### EXERCISE DIRECTIONS
Transcribe exactly the lines from the one holding "filename src/routes/api/captures/[captureId=id]/rerun/+server.ts" to the end of the data below, including both of those lines and no others.

### RECORD EXCERPTS
___

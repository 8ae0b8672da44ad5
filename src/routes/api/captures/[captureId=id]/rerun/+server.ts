import { json } from '@sveltejs/kit';
import { authorize } from '$lib/server/auth/access';
import { requeueCaptures } from '$lib/server/captures/service';
import type { RequestHandler } from './$types';

export const POST: RequestHandler = async ({ locals, params }) => {
	const captureId = Number(params.captureId);
	const scope = await authorize(locals, 'capture:write', { captureId });
	const queued = await requeueCaptures(scope, [captureId]);
	return json({ queued }, { status: queued ? 202 : 409 });
};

___

### EXERCISE ANSWER
filename src/routes/api/captures/[captureId=id]/rerun/+server.ts
import { json } from '@sveltejs/kit';
import { authorize } from '$lib/server/auth/access';
import { requeueCaptures } from '$lib/server/captures/service';
import type { RequestHandler } from './$types';

export const POST: RequestHandler = async ({ locals, params }) => {
	const captureId = Number(params.captureId);
	const scope = await authorize(locals, 'capture:write', { captureId });
	const queued = await requeueCaptures(scope, [captureId]);
	return json({ queued }, { status: queued ? 202 : 409 });
};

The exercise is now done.